━━━━━ RECORDS SUPPLIED ━━━━━

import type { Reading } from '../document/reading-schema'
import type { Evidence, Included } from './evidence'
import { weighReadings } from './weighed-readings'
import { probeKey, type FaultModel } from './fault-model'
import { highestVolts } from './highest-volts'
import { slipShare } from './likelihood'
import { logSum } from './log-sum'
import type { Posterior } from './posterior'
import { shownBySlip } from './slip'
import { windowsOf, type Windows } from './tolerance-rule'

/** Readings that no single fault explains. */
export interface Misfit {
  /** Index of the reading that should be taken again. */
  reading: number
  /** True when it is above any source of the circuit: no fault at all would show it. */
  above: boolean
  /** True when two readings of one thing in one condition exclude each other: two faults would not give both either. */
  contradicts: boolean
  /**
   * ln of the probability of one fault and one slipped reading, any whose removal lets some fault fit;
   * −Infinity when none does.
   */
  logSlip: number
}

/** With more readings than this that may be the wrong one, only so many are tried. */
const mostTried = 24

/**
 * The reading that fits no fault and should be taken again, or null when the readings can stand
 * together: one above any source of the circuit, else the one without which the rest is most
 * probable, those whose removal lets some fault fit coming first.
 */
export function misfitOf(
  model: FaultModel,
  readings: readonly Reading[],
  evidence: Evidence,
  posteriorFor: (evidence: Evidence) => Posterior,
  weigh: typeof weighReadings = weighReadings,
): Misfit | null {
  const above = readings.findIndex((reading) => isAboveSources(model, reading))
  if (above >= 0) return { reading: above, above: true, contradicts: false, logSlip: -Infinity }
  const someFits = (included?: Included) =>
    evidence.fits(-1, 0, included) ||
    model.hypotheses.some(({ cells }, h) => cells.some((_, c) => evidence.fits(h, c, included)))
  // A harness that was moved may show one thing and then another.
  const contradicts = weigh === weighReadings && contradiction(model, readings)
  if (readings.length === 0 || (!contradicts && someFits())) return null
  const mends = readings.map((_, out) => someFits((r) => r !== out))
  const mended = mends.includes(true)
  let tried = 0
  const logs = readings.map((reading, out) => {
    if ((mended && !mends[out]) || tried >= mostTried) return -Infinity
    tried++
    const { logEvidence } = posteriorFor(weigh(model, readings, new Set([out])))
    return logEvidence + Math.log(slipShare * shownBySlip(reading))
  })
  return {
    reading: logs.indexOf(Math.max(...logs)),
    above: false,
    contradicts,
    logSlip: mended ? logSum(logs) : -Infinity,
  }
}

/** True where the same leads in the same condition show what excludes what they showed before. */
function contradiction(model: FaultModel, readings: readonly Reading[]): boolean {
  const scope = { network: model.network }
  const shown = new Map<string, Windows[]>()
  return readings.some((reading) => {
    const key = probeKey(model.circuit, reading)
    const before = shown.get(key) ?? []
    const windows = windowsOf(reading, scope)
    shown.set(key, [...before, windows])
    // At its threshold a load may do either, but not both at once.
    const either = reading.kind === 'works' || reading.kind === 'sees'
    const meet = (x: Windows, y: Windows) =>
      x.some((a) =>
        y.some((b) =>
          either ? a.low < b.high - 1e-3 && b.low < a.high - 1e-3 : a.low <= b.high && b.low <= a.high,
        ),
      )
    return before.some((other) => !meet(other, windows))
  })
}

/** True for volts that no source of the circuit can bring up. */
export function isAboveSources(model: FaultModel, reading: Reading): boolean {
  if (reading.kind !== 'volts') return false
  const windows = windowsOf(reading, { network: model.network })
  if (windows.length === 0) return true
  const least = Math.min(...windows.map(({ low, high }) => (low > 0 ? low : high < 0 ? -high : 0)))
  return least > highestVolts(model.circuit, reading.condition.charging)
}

━━━━━
━━━━━ RECORDS SUPPLIED ━━━━━

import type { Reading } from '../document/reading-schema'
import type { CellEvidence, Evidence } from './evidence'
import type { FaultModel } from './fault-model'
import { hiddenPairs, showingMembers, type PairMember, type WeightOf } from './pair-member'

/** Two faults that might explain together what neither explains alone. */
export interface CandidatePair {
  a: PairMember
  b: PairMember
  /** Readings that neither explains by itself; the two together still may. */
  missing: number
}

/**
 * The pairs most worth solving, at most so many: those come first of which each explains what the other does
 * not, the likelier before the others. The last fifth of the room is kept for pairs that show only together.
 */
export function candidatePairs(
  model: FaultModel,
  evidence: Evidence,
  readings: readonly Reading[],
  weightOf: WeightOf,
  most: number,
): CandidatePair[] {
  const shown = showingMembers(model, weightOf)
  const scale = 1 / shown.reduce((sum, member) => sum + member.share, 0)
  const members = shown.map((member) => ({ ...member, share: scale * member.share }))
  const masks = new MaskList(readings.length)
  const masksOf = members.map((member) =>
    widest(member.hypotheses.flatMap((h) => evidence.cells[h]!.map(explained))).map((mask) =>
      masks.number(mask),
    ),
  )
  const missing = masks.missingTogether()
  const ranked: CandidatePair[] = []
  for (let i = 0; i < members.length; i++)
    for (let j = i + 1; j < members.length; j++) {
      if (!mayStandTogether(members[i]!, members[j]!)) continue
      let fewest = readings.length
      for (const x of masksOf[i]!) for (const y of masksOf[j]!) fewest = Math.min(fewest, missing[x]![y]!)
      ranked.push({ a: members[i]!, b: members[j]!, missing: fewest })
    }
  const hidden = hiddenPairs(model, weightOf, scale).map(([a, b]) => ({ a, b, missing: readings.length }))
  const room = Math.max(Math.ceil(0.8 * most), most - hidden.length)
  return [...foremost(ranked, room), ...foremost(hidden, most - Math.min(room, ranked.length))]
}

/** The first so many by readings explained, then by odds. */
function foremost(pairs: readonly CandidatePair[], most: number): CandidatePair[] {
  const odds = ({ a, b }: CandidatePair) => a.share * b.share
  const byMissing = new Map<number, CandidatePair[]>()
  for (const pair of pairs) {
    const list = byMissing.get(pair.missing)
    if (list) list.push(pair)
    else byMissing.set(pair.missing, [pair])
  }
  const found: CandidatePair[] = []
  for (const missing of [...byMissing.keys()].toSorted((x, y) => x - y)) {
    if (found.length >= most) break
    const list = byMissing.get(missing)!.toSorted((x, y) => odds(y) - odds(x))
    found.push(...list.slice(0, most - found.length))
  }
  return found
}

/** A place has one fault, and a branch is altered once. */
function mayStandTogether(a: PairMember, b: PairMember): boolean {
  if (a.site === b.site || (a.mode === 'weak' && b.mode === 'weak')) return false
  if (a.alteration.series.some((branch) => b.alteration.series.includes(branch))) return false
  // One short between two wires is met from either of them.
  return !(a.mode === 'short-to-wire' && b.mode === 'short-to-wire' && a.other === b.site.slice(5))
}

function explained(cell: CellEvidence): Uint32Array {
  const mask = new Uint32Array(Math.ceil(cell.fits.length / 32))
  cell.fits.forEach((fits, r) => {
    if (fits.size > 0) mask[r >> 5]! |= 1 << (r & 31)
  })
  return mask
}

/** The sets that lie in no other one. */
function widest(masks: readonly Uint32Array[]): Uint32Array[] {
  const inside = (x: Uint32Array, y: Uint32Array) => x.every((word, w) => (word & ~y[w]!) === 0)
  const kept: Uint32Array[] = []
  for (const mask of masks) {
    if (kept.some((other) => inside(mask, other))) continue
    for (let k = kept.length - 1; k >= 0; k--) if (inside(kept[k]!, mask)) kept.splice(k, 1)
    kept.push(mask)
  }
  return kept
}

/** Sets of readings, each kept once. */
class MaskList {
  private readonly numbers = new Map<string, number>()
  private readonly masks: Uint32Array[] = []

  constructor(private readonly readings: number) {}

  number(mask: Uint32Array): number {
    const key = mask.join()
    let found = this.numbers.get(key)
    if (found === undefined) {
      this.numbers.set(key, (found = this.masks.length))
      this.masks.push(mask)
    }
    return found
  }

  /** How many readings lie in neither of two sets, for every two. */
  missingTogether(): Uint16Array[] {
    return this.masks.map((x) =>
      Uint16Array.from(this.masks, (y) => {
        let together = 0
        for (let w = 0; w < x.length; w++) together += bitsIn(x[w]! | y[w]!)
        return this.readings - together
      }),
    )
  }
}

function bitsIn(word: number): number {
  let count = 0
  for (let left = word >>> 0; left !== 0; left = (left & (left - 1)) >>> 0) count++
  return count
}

━━━━━

* TASK TO COMPLETE
Using the entries above, copy out all lines that contain the string "logSlip".

* RESULT OF THE EXERCISE
  logSlip: number
  if (above >= 0) return { reading: above, above: true, contradicts: false, logSlip: -Infinity }
    logSlip: mended ? logSum(logs) : -Infinity,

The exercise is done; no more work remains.